I've had my current Android smartphone for several years, but have never tried its voice recognition features. I did try the feature on my prior phone, but after a few frustrating attempts to just have it call home when I said my wife's name, I deemed the feature useless to me; it was too aggravating to have the phone say something like "Did you say..." followed by something entirely unrelated. Though I might eventually get it to dial our home number, the process was more time consuming than for me to just type in the phone number. But after hearing an NPR report today while I was driving home on a recent study conducted jointly between researchers at Stanford University, the University of Washington and the Chinese search engine company Baidu that pitted humans typing on Apple iOS keyboards against Baidu's speech recognition software, I'll see how well the speech dictation software works on my current phone. The results of the study can be found on a Stanford University site at Speech Is 3x Faster than Typing for English and Mandarin Text Entry on Mobile Devices.
For the speech transcription method, the researchers used Baidu's Deep Speech 2 deep learning speech recognition system. The software took the spoken input and converted it to text. Recognition errors could then be corrected by the study participants by either speech or the smartphone's keyboard. That method was found to be three times faster than the participants relying solely on their typing skills on the keyboards for English and 2.8 times as fast for Mandarin Chinese. And, strikingly, the English error rate was 20.4% lower, and the Mandarin error rate 63.4% lower, than the keyboard method. I don't know Mandarin, but a 20.4% lower error rate for English is significant.
I took a typing class in high school - when I was in high school typewriters were still common - after the typing teacher stated that it would be useful for typing papers for those of us who hoped to go on to college. I bought a cheap typewriter in college, but didn't use it much, instead I had most of the papers I needed to be typewritten typed by a local high school teacher who, as a side business typed papers for the nearby university students at a nominal cost.
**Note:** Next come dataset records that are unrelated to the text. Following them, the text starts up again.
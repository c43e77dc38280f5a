import type { AccessNeed, JobPriority, WorkType } from '@hodboard/shared';

export const workTypeLabels: Record<WorkType, string> = {
  chimney: 'Chimney',
  repointing: 'Repointing',
  brickwork: 'Brickwork',
  'garden-wall': 'Garden wall',
  extension: 'Extension',
  rendering: 'Rendering',
  roofing: 'Roofing',
  groundworks: 'Groundworks',
  concrete: 'Concrete',
  repairs: 'Repairs',
};

export const accessNeedLabels: Record<AccessNeed, string> = {
  scaffold: 'Scaffold',
  tower: 'Mobile tower',
  mewp: 'MEWP (powered access platform)',
  'roof-ladder': 'Roof ladder',
  'edge-protection': 'Edge protection',
};

export const priorityLabels: Record<JobPriority, string> = {
  low: 'Low',
  normal: 'Normal',
  high: 'High',
  urgent: 'Urgent',
};

export function optionsFrom<T extends string>(labels: Record<T, string>): { value: T; label: string }[] {
  return (Object.entries(labels) as [T, string][]).map(([value, label]) => ({ value, label }));
}
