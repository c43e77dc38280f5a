import type { CostingSettings, JobDto, QuoteContentInput } from '@hodboard/shared';

/** A first draft for a job: its description as the scope, the firm's defaults, and a labour line at the first day rate. */
export function starterQuoteContent(job: Pick<JobDto, 'title' | 'description' | 'estimatedWorkingDays'>, settings: CostingSettings): QuoteContentInput {
  const rate = settings.labourRates[0];
  return {
    scope: job.description ?? job.title,
    exclusions: settings.defaultExclusions,
    materials: [],
    labour: rate ? [{ description: rate.label, people: 1, days: job.estimatedWorkingDays, dayRatePence: rate.dayRatePence }] : [],
    jobDays: job.estimatedWorkingDays,
    distanceMiles: 0,
    accessHire: [],
    marginPct: settings.defaultMarginPct,
    breakdownLevel: 'sections',
  };
}
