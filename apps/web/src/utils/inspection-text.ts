import { format, parseISO } from 'date-fns';
import type { InspectionStatusDto } from '@hodboard/shared';

const short = (date: string | null) => (date ? format(parseISO(date), 'EEE d MMM') : '');

/** What a crew lead's phone says about the scaffold they are about to use: whether anyone may go up today. */
export function crewInspectionText(inspection: InspectionStatusDto): string {
  const afterWind = inspection.reasons.includes('after-adverse-weather') ? ' (after the wind)' : '';
  switch (inspection.status) {
    case 'ok':
      return `Inspected ${short(inspection.lastInspectedOn)}; next due ${short(inspection.nextDue)}${afterWind}`;
    case 'due':
      return afterWind ? 'Inspection due today after the wind, before anyone goes up' : 'Inspection due today before anyone goes up';
    case 'overdue':
      return `Inspection overdue since ${short(inspection.nextDue)}${afterWind}: nobody goes up until it is inspected`;
    case 'unsafe':
      return 'Last inspection found it unsafe: keep off';
    default:
      return 'Not up yet';
  }
}
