import { Between, In, type DataSource, type EntityManager } from 'typeorm';
import {
  accessTypeLabels,
  accessWindowFor,
  addDays,
  addWorkingDays,
  dayRangeLabel,
  firmRuleSettings,
  hireCost,
  inspectionRecordsKeptUntil,
  inspectionsDue,
  quotedHireWeeks,
  shortDayLabel,
  windStopDays,
  type AccessType,
  type Activity,
  type AccessBandDto,
  type AccessBookingDto,
  type AccessBookingValues,
  type AccessCancelReason,
  type AccessChangeRequestDto,
  type AccessState,
  type BoardJobDto,
  type ConflictDto,
  type HandoverDto,
  type HireCostDto,
  type InspectionStatusDto,
  type PhotoDto,
  type QuotedHireWeeksDto,
  type ScaffoldInspectionDto,
  type SupplierDto,
  type SupplierLinkDto,
  type SupplierValues,
} from '@hodboard/shared';
import type { z } from 'zod';
import type { accessStateChangeSchema, handoverUpdateSchema, inspectionInputSchema, supplierResponseSchema } from '@hodboard/shared';
import {
  AccessBooking, AccessChangeRequest, Assignment, Firm, FirmWeatherLimits, ForecastHourRow, Job, Photo, Quote, QuoteVersion, ScaffoldInspection, Site, Supplier, User, WeatherHold,
} from '../entities/index.js';
import type { PlacedAssignment } from './schedule-service.js';
import { AppError, errors } from '../errors.js';
import type { Clock } from '../lib/clock.js';
import type { EventBus } from '../lib/event-bus.js';
import { todayIn } from '../lib/today.js';
import { hashToken, newOpaqueToken } from '../lib/tokens.js';
import { requirePermission, type Actor } from './actor.js';
import { recordAudit } from './audit-service.js';
import { escapeHtml } from './auth-service.js';
import { queriesOf } from '../lib/queries-of.js';
import { loadCalendars, type FirmCalendars } from './calendar-service.js';
import { assertVersion, FirmScope } from './firm-scope.js';
import { renderInspectionPdf } from './inspection-pdf.js';
import type { Mailer, MailMessage } from './mailer.js';
import type { PhotoService } from './photo-service.js';
import { formatAddress } from './site-service.js';
import { toForecastHour } from './weather/forecast-service.js';

type StateChange = z.output<typeof accessStateChangeSchema>;
type HandoverUpdate = z.output<typeof handoverUpdateSchema>;
type InspectionValues = z.output<typeof inspectionInputSchema>;
type SupplierAnswer = z.output<typeof supplierResponseSchema>;

/** Work that must wait until the transaction has committed, such as e-mail. */
export type AfterCommit = () => Promise<void>;

const LINK_TTL_MS = 14 * 24 * 3_600_000;
const LIVE_STATES: ReadonlySet<AccessState> = new Set(['requested', 'confirmed', 'erected']);
/** Only dates agreed with the supplier can be changed by the supplier's answer. */
const ANSWERABLE_STATES: ReadonlySet<AccessState> = new Set(['confirmed', 'erected']);
const HEIGHT_ACCESS = new Set(['scaffold', 'tower', 'mewp', 'edge-protection']);
/** The wind limits that count as adverse weather for each kind of access standing on site. */
const EXPOSED_ACTIVITY: Record<AccessType, Activity> = {
  scaffold: 'work-at-height', 'edge-protection': 'work-at-height', 'roof-ladder': 'work-at-height', tower: 'tower', mewp: 'mewp',
};
/** Stored forecasts reach about 8 days ahead; a forecast gale inside them brings the next inspection forward. */
const FORECAST_AHEAD_DAYS = 9;

export interface Window {
  erect: string;
  strike: string;
}
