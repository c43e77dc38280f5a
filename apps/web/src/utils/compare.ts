/**
 * Orders machine text (ISO dates and times, ids, codes) by its characters, which is their order. localeCompare is for
 * words people read: its first call builds a collator, some milliseconds inside a board's first render on a phone.
 */
export function compareCodes(a: string, b: string): number {
  return a < b ? -1 : a > b ? 1 : 0;
}
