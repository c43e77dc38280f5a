import { defineAsyncComponent, markRaw, nextTick, shallowRef, type Component, type ShallowRef } from 'vue';

export interface RetryOptions {
  /** Failures with the phone online before the load gives up. */
  onlineAttempts?: number;
  /** The first pause after a failure with the phone online; each next one is longer, up to 15 s. */
  pauseMs?: number;
  /** With no signal, how often to try anyway: a service worker that has just finished installing can answer. */
  offlinePauseMs?: number;
}

/** Resolves when the signal is back or after the pause, whichever is first. */
function signalBackOr(pauseMs: number): Promise<void> {
  return new Promise((resolve) => {
    const done = new AbortController();
    const finish = () => {
      done.abort();
      clearTimeout(timer);
      resolve();
    };
    const timer = setTimeout(finish, pauseMs);
    window.addEventListener('online', finish, { signal: done.signal });
  });
}

/**
 * Runs a code import until it succeeds. With no signal it keeps trying, however long that lasts: at once when the
 * signal is back, and now and then before, as a service worker may hold the code. With a signal it tries again after
 * a pause, a few times. A screen's code that loads on first use would otherwise fail for good on a phone that lost
 * its signal while the code was on its way.
 */
export async function loadWithRetry<T>(loader: () => Promise<T>, { onlineAttempts = 6, pauseMs = 2000, offlinePauseMs = 5000 }: RetryOptions = {}): Promise<T> {
  let failedOnline = 0;
  for (;;) {
    try {
      return await loader();
    } catch (error) {
      if (!navigator.onLine) {
        await signalBackOr(offlinePauseMs);
        continue;
      }
      failedOnline += 1;
      if (failedOnline >= onlineAttempts) throw error;
      await new Promise((resolve) => setTimeout(resolve, Math.min(pauseMs * failedOnline, 15_000)));
    }
  }
}

export interface LazyComponent<T extends Component> {
  /** Renders once its code is here; until then, nothing. */
  component: T;
  /** Whether its code has arrived, so a screen can say that what was tapped is still on its way. */
  loaded: Readonly<ShallowRef<boolean>>;
}

/** A component whose code loads when it first renders (as with Vue's defineAsyncComponent), tried again as loadWithRetry does. */
export function lazyComponent<T extends Component>(loader: () => Promise<{ default: T }>, options?: RetryOptions): LazyComponent<T> {
  const loaded = shallowRef(false);
  const component = defineAsyncComponent(() =>
    loadWithRetry(loader, options).then((module) => {
      loaded.value = true;
      return module.default;
    }),
  );
  return { component, loaded };
}

export interface ComponentOnCall<T extends Component> {
  /** Null until `load` has brought its code. */
  component: Readonly<ShallowRef<T | null>>;
  /** Brings its code once, tried again as loadWithRetry does, and waits for the render that mounts it. */
  load(): Promise<void>;
}

/**
 * A component whose code loads when code asks for it, not when it renders: for a menu or a popover that a tap opens
 * through its instance (`show(event, target)`), so it must be mounted before the call.
 */
export function componentOnCall<T extends Component>(loader: () => Promise<{ default: T }>, options?: RetryOptions): ComponentOnCall<T> {
  // Typed by hand: shallowRef's overloads widen a component type parameter into every shape a component can have.
  const component: ShallowRef<T | null> = shallowRef(null);
  let loading: Promise<void> | null = null;
  return {
    component,
    load() {
      loading ??= loadWithRetry(loader, options).then(
        async (module) => {
          component.value = markRaw(module.default);
          await nextTick();
        },
        (error: unknown) => {
          loading = null;
          throw error;
        },
      );
      return loading;
    },
  };
}
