import { format, parseISO } from 'date-fns';

/** Dates travel as ISO yyyy-mm-dd; shown the way UK sites write them on a day sheet. */
export function formatDay(isoDate: string): string {
  return format(parseISO(isoDate), 'EEE d MMM yyyy');
}

export function toIsoDate(date: Date | null | undefined): string | null {
  return date ? format(date, 'yyyy-MM-dd') : null;
}

export function fromIsoDate(isoDate: string | null | undefined): Date | null {
  return isoDate ? parseISO(isoDate) : null;
}
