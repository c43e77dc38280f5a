import { flushPromises, mount } from '@vue/test-utils';
import { describe, expect, it, vi } from 'vitest';
import { h } from 'vue';
import { componentOnCall, lazyComponent, loadWithRetry } from './lazy-code';

const noSignal = () => new TypeError('Failed to fetch dynamically imported module: /assets/CrewStandDownDialog.js');

function setOnline(isOnline: boolean): void {
  vi.spyOn(navigator, 'onLine', 'get').mockReturnValue(isOnline);
  if (isOnline) window.dispatchEvent(new Event('online'));
}

describe('code loaded on first use, tried again', () => {
  it('keeps trying with no signal as long as that lasts, and loads as soon as the signal is back', async () => {
    setOnline(false);
    const loader = vi.fn<() => Promise<string>>().mockRejectedValue(noSignal());
    let result: string | undefined;
    void loadWithRetry(loader, { pauseMs: 1, onlineAttempts: 2, offlinePauseMs: 5 }).then((value) => (result = value));
    // Far more tries than the two allowed online: failures with no signal do not count.
    await vi.waitFor(() => expect(loader.mock.calls.length).toBeGreaterThan(4));
    expect(result).toBeUndefined();

    loader.mockResolvedValue('the form');
    const triesBefore = loader.mock.calls.length;
    setOnline(true);
    await vi.waitFor(() => expect(result).toBe('the form'));
    expect(loader.mock.calls.length).toBe(triesBefore + 1);
  });

  it('with no signal, tries again at once when the signal is back rather than at the next pause', async () => {
    setOnline(false);
    const loader = vi.fn<() => Promise<string>>().mockRejectedValueOnce(noSignal()).mockResolvedValue('the form');
    let result: string | undefined;
    void loadWithRetry(loader, { offlinePauseMs: 60_000 }).then((value) => (result = value));
    await vi.waitFor(() => expect(loader).toHaveBeenCalledTimes(1));
    await flushPromises();
    expect(result).toBeUndefined();
    setOnline(true);
    await vi.waitFor(() => expect(result).toBe('the form'));
  });

  it('with a signal, tries again after a pause and gives up after the set number of failures', async () => {
    setOnline(true);
    const loader = vi.fn().mockRejectedValue(new Error('404 /assets/gone.js'));
    await expect(loadWithRetry(loader, { onlineAttempts: 3, pauseMs: 1 })).rejects.toThrow('404 /assets/gone.js');
    expect(loader).toHaveBeenCalledTimes(3);
  });

  it('renders a component whose first load failed with no signal, and says when its code has arrived', async () => {
    setOnline(false);
    const Form = (props: { title: string }) => h('form', props.title);
    const loader = vi.fn().mockRejectedValueOnce(noSignal()).mockResolvedValue({ default: Form });
    const lazy = lazyComponent(loader, { pauseMs: 1, offlinePauseMs: 60_000 });
    const host = mount(() => h(lazy.component, { title: 'Stand down for weather' }));
    await flushPromises();
    expect(host.find('form').exists()).toBe(false);
    expect(lazy.loaded.value).toBe(false);

    setOnline(true);
    await vi.waitFor(() => expect(host.find('form').text()).toBe('Stand down for weather'));
    expect(lazy.loaded.value).toBe(true);
    host.unmount();
  });

  it('brings a component called for from code once, however often it is asked for, and tries again after a failure', async () => {
    setOnline(true);
    const Menu = (props: { title: string }) => h('nav', props.title);
    const loader = vi.fn().mockRejectedValueOnce(new Error('500 /assets/menu.js')).mockResolvedValue({ default: Menu });
    const menu = componentOnCall(loader, { onlineAttempts: 1 });
    expect(menu.component.value).toBeNull();

    await expect(menu.load()).rejects.toThrow('500 /assets/menu.js');
    expect(menu.component.value).toBeNull();
    await Promise.all([menu.load(), menu.load()]);
    expect(loader).toHaveBeenCalledTimes(2);
    expect(menu.component.value).toBe(Menu);
  });
});
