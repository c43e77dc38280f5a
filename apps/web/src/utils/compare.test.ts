import { describe, expect, it } from 'vitest';
import { compareCodes } from './compare';

describe('ordering machine text', () => {
  it('puts ISO dates and times in time order, across months and years', () => {
    // Source: RFC 3339 §5.1 (Ordering): with fixed-width fields, most significant first, in one time zone, sorting the text sorts the times.
    const dates = ['2027-01-04', '2026-12-31', '2026-12-04T09:30:00Z', '2026-02-28', '2026-12-04T08:05:00Z'];
    expect([...dates].sort(compareCodes)).toEqual(['2026-02-28', '2026-12-04T08:05:00Z', '2026-12-04T09:30:00Z', '2026-12-31', '2027-01-04']);
  });

  it('agrees with the default collation on ids and codes, and says equal for equal text', () => {
    const ids = ['c3a1f2e0-0000-4000-8000-000000000002', '0b7e9d10-0000-4000-8000-000000000001', 'double-booked', 'access-not-confirmed'];
    expect([...ids].sort(compareCodes)).toEqual([...ids].sort((a, b) => a.localeCompare(b)));
    expect(compareCodes('J0004', 'J0004')).toBe(0);
  });
});
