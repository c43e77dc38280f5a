import type { JobStatus } from '@hodboard/shared';

type TagSeverity = 'secondary' | 'info' | 'success' | 'warn' | 'danger' | 'contrast';

const severities: Record<JobStatus, TagSeverity> = {
  enquiry: 'secondary',
  quoted: 'info',
  booked: 'info',
  scheduled: 'contrast',
  'on-site': 'warn',
  complete: 'success',
  invoiced: 'success',
  cancelled: 'danger',
  'stood-down': 'warn',
};

export function statusSeverity(status: JobStatus): TagSeverity {
  return severities[status];
}
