/**
 * Resolves once the browser has painted the next frame: for work a screen can do just after it first shows (settings
 * it reads, connections it opens), so that work does not hold back or compete with that first paint on a slow phone.
 */
export function afterNextPaint(): Promise<void> {
  return new Promise((resolve) => requestAnimationFrame(() => setTimeout(resolve)));
}
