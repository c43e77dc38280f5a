import { describe, expect, it } from 'vitest';
import type { InspectionStatusDto } from '@hodboard/shared';
import { crewInspectionText } from './inspection-text';

const status = (overrides: Partial<InspectionStatusDto>): InspectionStatusDto => ({
  status: 'none', nextDue: null, lastInspectedOn: null, reasons: [], source: null, adverseDays: [], ...overrides,
});

describe('crewInspectionText', () => {
  it.each([
    ['due after going up', status({ status: 'due', nextDue: '2027-02-26', reasons: ['after-assembly'] }), 'Inspection due today before anyone goes up'],
    ['due after the wind', status({ status: 'due', nextDue: '2027-06-16', reasons: ['after-adverse-weather'] }), 'Inspection due today after the wind, before anyone goes up'],
    ['overdue', status({ status: 'overdue', nextDue: '2027-06-16', lastInspectedOn: '2027-06-11', reasons: ['within-7-days'] }), 'Inspection overdue since Wed 16 Jun: nobody goes up until it is inspected'],
    ['overdue after the wind', status({ status: 'overdue', nextDue: '2027-06-16', reasons: ['after-adverse-weather'] }), 'Inspection overdue since Wed 16 Jun (after the wind): nobody goes up until it is inspected'],
    ['in date', status({ status: 'ok', nextDue: '2027-03-05', lastInspectedOn: '2027-02-26', reasons: ['within-7-days'] }), 'Inspected Fri 26 Feb; next due Fri 5 Mar'],
    ['found unsafe', status({ status: 'unsafe', nextDue: '2027-03-02', lastInspectedOn: '2027-03-02' }), 'Last inspection found it unsafe: keep off'],
    ['not up', status({}), 'Not up yet'],
  ])('says what a scaffold %s means for going up', (_name, inspection, text) => {
    expect(crewInspectionText(inspection)).toBe(text);
  });
});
She also proofread the papers, correcting spelling and grammar errors, which I felt was worth the cost of paying to have papers typed that would be an important part of my grade. But, though I didn't use the typing skills I learned in the high school typing class a lot for typing papers, I found those skills invaluable for the many later computer courses I took. So, I'm a fairly fast typist on a full size keyboard, but I'm very slow on the tiny keyboard on my phone and am akin to the sloth, Flash, in the movie Zootopia when compared to some of my nieces - one of my nephews bought a phone for his younger sister, but had to quickly change the text plan when she had 3,000 text messages one month. For her, typing her text messages might be faster than using the voice recognition feature on her phone, but, even though the voice recognition software on my phone is doubtless far less powerful than that of Baidu's Deep Speech 2, I'll try that feature of the phone, since I would also expect there has been improvement in the intervening years since I first tried the feature on a prior phone. As Baidu chief scientist Andrew Ng noted "Humanity was never designed to communicate by using our fingers to poke at a tiny little keyboard on a mobile phone. Speech has always been a much more natural way for humans to communicate with each other."
Ng also stated he looks forward to the day when his future grandchild comes home and asks, "Is it really true that when you were young, if you came home and you said something to your microwave oven — did it really just sit there and ignore you? That's just so rude of the microwave." As we move futher into the Internet of Things (IoT), I expect that people talking to their microwaves and other household appliances will become common.
A text version of the NPR article, which was broadcast on All Things Considered, is available at Voice Recognition Software Finally Beats Humans At Typing, Study Finds.